- Problem
Find how many lines in the data below mention "that". Give the number only.

- Supplied records
import normalCdf from '@stdlib/stats-base-dists-normal-cdf';
import { AnalysisError } from './analysis-error';
import { lengthFromZero, nanometres } from './check-input';
import type { DecisionRule, Judgement, LaserState, Tolerance } from './types';
import type { Nm } from './units';

/** One-sided 95 % of a normal distribution, as guard bands are quoted. */
export const GUARD_FACTOR = 1.645;

/**
 * Probability that the true deviation lies within the limits, the reading being normal about it. Tails are added rather than one cdf taken
 * from the other, so that neither a sure pass nor a sure miss loses its digits.
 */
function probabilityWithin(roomAbove: Nm, roomBelow: Nm, u: Nm): number {
  if (u === 0) return roomAbove >= 0 && roomBelow >= 0 ? 1 : 0;
  const beyondHigh = normalCdf(-roomAbove / u, 0, 1);
  const beyondLow = normalCdf(-roomBelow / u, 0, 1);
  if (roomAbove < 0) return Math.max(0, normalCdf(roomAbove / u, 0, 1) - beyondLow);
  if (roomBelow < 0) return Math.max(0, normalCdf(roomBelow / u, 0, 1) - beyondHigh);
  return Math.max(0, 1 - beyondHigh - beyondLow);
}

/**
 * Judges one deviation (positive: high) against limits that may differ below and above; a limit itself is in.
 *
 * `simple` compares. `guarded` says in only up to the limits drawn in by 1.645·u, cannot-tell between those and the true limits, high or low
 * beyond the true limits. `close`: a limit lies within 1.645·u, whichever rule is used. With u = 0 the probability is 0 or 1.
 *
 * Source: guard bands as in ILAC-G8:2019 and JCGM 106:2012; the factor is one-sided 95 %.
 * @param u standard uncertainty of the deviation, nm
 * @throws AnalysisError 'not-finite' | 'negative' | 'out-of-range' | 'unknown-decision-rule'
 */
export function judge(deviation: Nm, tolerance: Tolerance, u: Nm, rule: DecisionRule): Judgement {
  const at = nanometres('deviation', deviation);
  const roomAbove = lengthFromZero('tolerance.high', tolerance.high) - at;
  const roomBelow = at + lengthFromZero('tolerance.low', tolerance.low);
  const guard = GUARD_FACTOR * lengthFromZero('u', u);
  if (rule !== 'simple' && rule !== 'guarded') {
    throw new AnalysisError('unknown-decision-rule', `There is no decision rule "${String(rule)}".`, { rule });
  }
  const close = Math.min(Math.abs(roomAbove), Math.abs(roomBelow)) <= guard;
  const probabilityIn = probabilityWithin(roomAbove, roomBelow, u);
  if (roomAbove < 0) return { verdict: 'high', close, probabilityIn };
  if (roomBelow < 0) return { verdict: 'low', close, probabilityIn };
  const sure = rule === 'simple' || (roomAbove >= guard && roomBelow >= guard);
  return { verdict: sure ? 'in' : 'cannot-tell', close, probabilityIn };
}

/** True where the guard bands meet: no reading at all could be accepted, so the reading or the laser is too coarse for the rule. */
export function guardLeavesNothing(tolerance: Tolerance, u: Nm): boolean {
  const width = lengthFromZero('tolerance.low', tolerance.low) + lengthFromZero('tolerance.high', tolerance.high);
  return width < 2 * GUARD_FACTOR * lengthFromZero('u', u);
}

/** One station of a round, as its deciding shot stands; null while it has none. */
export interface JudgedStation {
  laser: LaserState;
  verdict: Judgement['verdict'];
}

export type RoundVerdict = 'not-yet' | 'cannot-tell' | 'not-to-grade' | 'too-close-to-call' | 'to-grade';

/**
 * The verdict of a round over all its stations: not all shot: not yet; any deciding shot doubted or unchecked: cannot tell; any out: not to
 * grade; any cannot-tell: too close to call; else to grade. A round without stations is not yet.
 */
export function judgeRound(stations: readonly (JudgedStation | null)[]): RoundVerdict {
  const shot = stations.filter((station) => station !== null);
  if (shot.length === 0 || shot.length < stations.length) return 'not-yet';
  if (shot.some(({ laser }) => laser !== 'held')) return 'cannot-tell';
  if (shot.some(({ verdict }) => verdict === 'high' || verdict === 'low')) return 'not-to-grade';
  return shot.some(({ verdict }) => verdict === 'cannot-tell') ? 'too-close-to-call' : 'to-grade';
}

- Written response
3